Главврач ушел. А Маша осталась.
Я смотрел на нее, и она смотрела на меня. Никто не знал, что сказать. Неловкая пауза затянулась до неприличия. Наконец пересилил себя и вымолвил:
— Маша, а Вы не хотите мне компанию составить на прогулке? Ну, скажем, через часик? А то, знаете ли, надо себя в порядок привести.

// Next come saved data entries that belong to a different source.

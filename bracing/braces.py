"""Brace geometry and forces (method notes §4): small pure formulas over numpy arrays.

Section: the wall pivots at its base; a brace pins to the wall at insert height `hb` and to the
slab or ground at distance `d` from the wall face. Plan: braces at positions `x_i` along the wall
share the wind by statics, carrying all the twist (no twist restraint credited at the base).
"""

from __future__ import annotations

import functools

import numpy as np


def brace_geometry(insert_height_ft, anchor_distance_ft, insert_offset_ft=0.0,
                   foot_offset_ft=0.0, base_below_slab_ft=0.0):
    """Run, rise, angle and pin-to-pin length of a brace.

    The insert pin stands `insert_offset` out from the face, the foot pin `foot_offset` above
    the slab, and the wall's base (its pivot) `base_below_slab` below the slab.

    Parameters
    ----------
    insert_height_ft : float or array_like
        Height of the insert on the wall above the slab, ft.
    anchor_distance_ft : float or array_like
        Distance of the foot anchor from the wall face, ft.
    insert_offset_ft, foot_offset_ft, base_below_slab_ft : float, optional
        The offsets above, ft (0 by default).

    Returns
    -------
    run, rise : float or ndarray
        Horizontal and vertical spans between the pins, ft.
    angle : float or ndarray
        Angle from horizontal, degrees.
    length : float or ndarray
        Pin-to-pin length, ft.

    References
    ----------
    Geometry.

    Examples
    --------
    Insert at 20 ft, foot 15 ft out: a 3-4-5 triangle, 25 ft long at 53.13 degrees.

    >>> run, rise, angle, length = brace_geometry(20.0, 15.0)
    >>> float(run), float(rise), round(float(angle), 2), float(length)
    (15.0, 20.0, 53.13, 25.0)
    """
    run = np.asarray(anchor_distance_ft, dtype=float) - insert_offset_ft
    rise = np.asarray(insert_height_ft, dtype=float) - base_below_slab_ft - foot_offset_ft
    return run, rise, np.degrees(np.arctan2(rise, run)), np.hypot(run, rise)


def anchor_distance_for_angle(insert_height_ft, angle_deg, insert_offset_ft=0.0,
                              foot_offset_ft=0.0, base_below_slab_ft=0.0):
    """Foot distance from the wall face that gives a brace an angle from horizontal.

    Parameters
    ----------
    insert_height_ft : float or array_like
        Height of the insert above the slab, ft.
    angle_deg : float or array_like
        Wanted angle from horizontal, degrees.
    insert_offset_ft, foot_offset_ft, base_below_slab_ft : float, optional
        As in `brace_geometry`, ft.

    Returns
    -------
    float or ndarray
        Distance of the foot from the wall face, ft.

    References
    ----------
    Geometry; WAC 296-155-691(4) asks for floor braces at 45 to 60 degrees where possible (text).

    Examples
    --------
    >>> round(float(anchor_distance_for_angle(20.0, 45.0)), 6)
    20.0
    """
    rise = np.asarray(insert_height_ft, dtype=float) - base_below_slab_ft - foot_offset_ft
    return rise / np.tan(np.radians(angle_deg)) + insert_offset_ft


def default_positions(width_ft, count, strip=None):
    """Centres of equal strips along a wall, where braces go by default (method notes §4).

    Parameters
    ----------
    width_ft : float or array_like
        Wall length, ft.
    count : int
        Number of strips (braces).
    strip : int or array_like, optional
        The strips wanted (default all; arrays broadcast, for many walls at once).

    Returns
    -------
    ndarray
        Positions from the wall's left end, ft.

    References
    ----------
    Geometry.

    Examples
    --------
    >>> [float(x) for x in default_positions(20.0, 2)]
    [5.0, 15.0]
    """
    return ((np.arange(count) if strip is None else strip) + 0.5) * width_ft / count


def total_brace_reaction(force_lb, lever_ft, insert_height_ft):
    """Sum of the braces' horizontal reactions, by moments about the base pivot: F z_F / hb.

    Parameters
    ----------
    force_lb : float or array_like
        Wind force on the wall F, lb.
    lever_ft : float or array_like
        Height of its resultant above the pivot z_F, ft.
    insert_height_ft : float or array_like
        Height of the inserts above the pivot hb, ft.

    Returns
    -------
    float or ndarray
        Sum of the horizontal reactions, lb.

    References
    ----------
    Statics (method notes §4).

    Examples
    --------
    F 1,000 lb at 16.5 ft, inserts at 20 ft: 1,000 x 16.5 / 20 = 825 lb.

    >>> total_brace_reaction(1000.0, 16.5, 20.0)
    825.0
    """
    return force_lb * lever_ft / insert_height_ft


def lean_reaction(weight_lb, centroid_height_ft, wall_height_ft, insert_height_ft,
                  lean_ft, slop_ft):
    """Horizontal brace reaction from the wall's weight leaning out of plumb.

    The centroid sits off the pivot by (lean / s + slop / hb) x z_c; the braces hold D e / hb.

    Parameters
    ----------
    weight_lb : float or array_like
        Wall weight D, lb.
    centroid_height_ft : float or array_like
        Height of its centroid z_c above the pivot, ft.
    wall_height_ft : float or array_like
        Wall height s, ft.
    insert_height_ft : float or array_like
        Height of the inserts hb, ft.
    lean_ft : float or array_like
        Out-of-plumb of the wall's top, ft.
    slop_ft : float or array_like
        Play in the braces at the inserts, ft.

    Returns
    -------
    float or ndarray
        Horizontal reaction, lb.

    References
    ----------
    Statics.

    Examples
    --------
    D 10,000 lb, centroid 10 ft up a 20 ft wall, 0.1 ft lean, inserts at 15 ft: e = 0.1 / 20 x
    10 = 0.05 ft, 10,000 x 0.05 / 15 = 33.3 lb.

    >>> round(lean_reaction(10000.0, 10.0, 20.0, 15.0, 0.1, 0.0), 1)
    33.3
    """
    offset = (lean_ft / wall_height_ft + slop_ft / insert_height_ft) * centroid_height_ft
    return weight_lb * offset / insert_height_ft


def brace_lever(positions_ft, mask):
    """Count, centroid, arms from the centroid and polar sum of a brace pattern (statics);
    constant for a layout, so computed once and shared by every load case."""
    n = slot_sum(mask, 0)
    x = np.where(mask, positions_ft, 0.0)
    xc = slot_sum(x) / n
    arm = np.where(mask, positions_ft - xc[..., None], 0.0)
    return n, xc, arm, slot_sum(arm**2)


def brace_shares(total_h, force_lb, force_at_ft, wall_centre_ft, positions_ft, mask, lever=None):
    """Horizontal reaction of each brace: the even share plus the twist (method notes §4).

    R_i = sum(R)/n + M_t (x_i - x_c) / sum((x_j - x_c)^2), with
    M_t = F (x_F - x_c) - (F - sum(R)) (x_w - x_c): the base takes its shear F - sum(R) at the
    wall's centre and no twist.

    Parameters
    ----------
    total_h : ndarray
        Sum of the horizontal reactions of each wall (`total_brace_reaction`), lb; shape
        (..., walls).
    force_lb : ndarray
        Wind force on each wall F, lb.
    force_at_ft : ndarray
        Position of the force along the wall x_F, ft.
    wall_centre_ft : ndarray
        Position of the wall's centre x_w, ft.
    positions_ft : ndarray
        Brace positions x_i, ft; shape (walls, braces).
    mask : ndarray of bool
        True where a brace exists.
    lever : tuple, optional
        `brace_lever` of the pattern, if the caller has it.

    Returns
    -------
    ndarray
        Each brace's reaction, lb; NaN in an empty slot (no brace there: not applicable); inf
        for braces at one point that cannot carry the twist left over.

    References
    ----------
    Statics (method notes §4).

    Examples
    --------
    A 24 ft wall, braces at 2, 8 and 20 ft (x_c = 10 ft), F = 1,000 lb at 16.8 ft and 16.5 ft
    up, inserts at 20 ft: sum R = 825 lb, base shear 175 lb at 12 ft, M_t = 1,000 x 6.8 - 175 x 2
    = 6,450 lb-ft, sum (x - x_c)^2 = 168 ft2; R_i = 275 + 38.393 (-8, -2, 10).

    >>> import numpy as np
    >>> r = brace_shares(np.array([825.0]), np.array([1000.0]), np.array([16.8]),
    ...                  np.array([12.0]), np.array([[2.0, 8.0, 20.0]]), np.ones((1, 3), bool))
    >>> [round(float(v), 2) for v in r[0]]
    [-32.14, 198.21, 658.93]
    """
    lever = lever if lever is not None else brace_lever(positions_ft, mask)
    share, per_arm = share_and_twist(total_h, force_lb, force_at_ft, wall_centre_ft, lever)
    with np.errstate(invalid="ignore"):
        return np.where(mask, each_share(share, per_arm, lever[2]), np.nan)


def each_share(share, per_arm, arm):
    """Each brace's reaction from the terms of `share_and_twist`: R_i = share + per_arm (x_i -
    x_c) (statics; `arm`: x_i - x_c of each slot, from `brace_lever`, 0 at an empty slot)."""
    return share[..., None] + per_arm[..., None] * arm


def share_and_twist(total_h, force_lb, force_at_ft, wall_centre_ft, lever):
    """The two terms of `brace_shares` for each wall: the even share sum(R)/n and the twist per
    ft of arm M_t / sum((x_j - x_c)^2); brace i then takes share + per_arm (x_i - x_c)."""
    n, xc, _, polar = lever
    twist = force_lb * (force_at_ft - xc) - (force_lb - total_h) * (wall_centre_ft - xc)
    apart = polar > 0
    if apart.all():  # every pattern has a lever against twist
        return total_h / n, twist / polar
    with np.errstate(divide="ignore", invalid="ignore"):
        per_arm = np.where(apart, twist / polar, 0.0)
    # Braces at one point (a single brace) have no lever against twist, and the base is given
    # none (method notes §4): any twist left is more than they can carry.
    loose = (polar <= 0) & (np.abs(twist) > 1e-9 * (np.abs(force_lb) + np.abs(total_h) + 1.0))
    return np.where(loose, np.inf, total_h / n), per_arm


def axial_force(horizontal_lb, angle_deg):
    """Brace axial force from its horizontal reaction, P = R_h / cos(theta).

    Parameters
    ----------
    horizontal_lb : float or array_like
        Horizontal reaction, lb.
    angle_deg : float or array_like
        Brace angle from horizontal, degrees.

    Returns
    -------
    float or ndarray
        Axial force, lb.

    References
    ----------
    Statics.

    Examples
    --------
    >>> round(float(axial_force(100.0, 60.0)), 6)
    200.0
    """
    with np.errstate(over="ignore"):
        return horizontal_lb / np.cos(np.radians(angle_deg))


def components(axial_lb, angle_deg=None, cos_sin=None):
    """Horizontal and vertical components of a brace force, P cos(theta) and P sin(theta)
    (statics); `cos_sin`: the angle's cosine and sine worked out beforehand (a search asks
    for the same angles many times), in place of `angle_deg`."""
    if cos_sin is None:
        theta = np.radians(angle_deg)
        cos_sin = np.cos(theta), np.sin(theta)
    return axial_lb * cos_sin[0], axial_lb * cos_sin[1]


def propped_wall_moments(line_load_plf, wall_height_ft, insert_height_ft):
    """Largest bending moments of a wall pinned at its base and propped by its braces, per ft.

    Uniform pressure w on a beam pinned at 0, propped at hb, overhanging to s: R_0 = w s -
    w s^2 / (2 hb); span moment R_0^2 / (2 w) where R_0 > 0; cantilever moment w (s - hb)^2 / 2
    at the prop.

    Parameters
    ----------
    line_load_plf : float or array_like
        Wind pressure times 1 ft, w, lb per ft of height.
    wall_height_ft : float or array_like
        Wall height s, ft.
    insert_height_ft : float or array_like
        Prop height hb, ft.

    Returns
    -------
    span : float or ndarray
        Largest moment between base and prop, lb-ft per ft.
    cantilever : float or ndarray
        Moment at the prop from the overhang, lb-ft per ft.

    References
    ----------
    Statics.

    Examples
    --------
    w 20 lb/ft, s 10 ft, hb 8 ft: R_0 = 200 - 125 = 75 lb, span 75^2 / 40 = 140.6 lb-ft,
    cantilever 20 x 4 / 2 = 40 lb-ft.

    >>> span, cantilever = propped_wall_moments(20.0, 10.0, 8.0)
    >>> round(float(span), 1), float(cantilever)
    (140.6, 40.0)
    """
    w, s, hb = line_load_plf, wall_height_ft, insert_height_ft
    base = w * s - w * s**2 / (2.0 * hb)
    with np.errstate(divide="ignore", invalid="ignore"):
        span = np.where(base > 0, base**2 / (2.0 * w), 0.0)
    cantilever = w * (s - hb) ** 2 / 2.0
    return span, cantilever


def modulus_of_rupture(fc_psi, lam=1.0):
    """Concrete modulus of rupture f_r = 7.5 lambda sqrt(f'c).

    Parameters
    ----------
    fc_psi : float or array_like
        f'c on the day, psi.
    lam : float, optional
        Lightweight concrete factor lambda, 1.0 for normal weight.

    Returns
    -------
    float or ndarray
        f_r, psi.

    References
    ----------
    ACI 318-19 Eq. 19.2.3.1 (from memory).

    Examples
    --------
    f'c 4000 psi: 7.5 x 63.25 = 474.3 psi.

    >>> round(float(modulus_of_rupture(4000.0)), 1)
    474.3
    """
    return 7.5 * lam * np.sqrt(fc_psi)


def cracking_moment(fr_psi, thickness_in):
    """Moment per ft of width that cracks a solid section, f_r S with S = 12 t^2 / 6.

    Parameters
    ----------
    fr_psi : float or array_like
        Modulus of rupture, psi (`modulus_of_rupture`).
    thickness_in : float or array_like
        Section thickness t, in.

    Returns
    -------
    float or ndarray
        Cracking moment, lb-ft per ft.

    References
    ----------
    Statics of an uncracked rectangle; f_r by ACI 318-19 Eq. 19.2.3.1 (from memory).

    Examples
    --------
    f_r 474.3 psi, t 8 in: S = 128 in3, 474.3 x 128 / 12 = 5,059 lb-ft/ft.

    >>> round(float(cracking_moment(474.3, 8.0)))
    5059
    """
    return fr_psi * 12.0 * thickness_in**2 / 6.0 / 12.0


def slot_sum(values, start=0.0):
    """Each wall's sum over its brace slots (the last axis), taken a slot at a time like
    `worst_brace`; with `start` 0 it counts the true slots of a mask."""
    return functools.reduce(np.add, np.moveaxis(values, -1, 0), start)


def worst_brace(values):
    """Each wall's largest value over its brace slots (the last axis), taken a slot at a time:
    numpy's own reduction over so short an axis is many times slower."""
    return functools.reduce(np.maximum, np.moveaxis(values, -1, 0))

— Ох, какая же я глупая. Вам же наверняка нужно… Хм… Умыться! Простите, не буду Вам больше мешать.
И резко засобиралась из палаты. Куда? Стоять! А на мой вопрос ответить?
— Машенька, вы так и не ответили мне насчет прогулки?
— Хорошо… Если можно я за Вами сама зайду? Нужно еще пару дел доделать…
Что ж ты так краснеешь-то? Ну, подумаешь, мужик прогуляться пригласил. Делов-то!
Подробности моего забега до туалетной комнаты, пожалуй, опущу. Главное добежал! Подумаешь, нянечку чуть не растоптал по дороге. Жива ведь, болезная. Уже во время умывания, подумал, что побрить голову налысо все-таки придется. Почему? Да потому, что стал похож на пи… Э… На крашенного блондина, короче. Для 40 годов это перебор явный. Сами посудите, верхняя половинка волоса седая, а нижняя темная. Нормально? И я так думаю. Странно все же с этими волосами получается.
Маша пришла минут через пятьдесят. С "подарками". Притащила немаленький тулуп, валенки и эпических размеров шапку-ушанку. Это сколько же на нее собак-то извели? Надев все это хозяйство, я стал похож на извозчика в зимнем облачении. Не хватало только кнута в руку. Мария довольно скептически осмотрела дело рук своих, но от комментариев воздержалась. И, слава богу.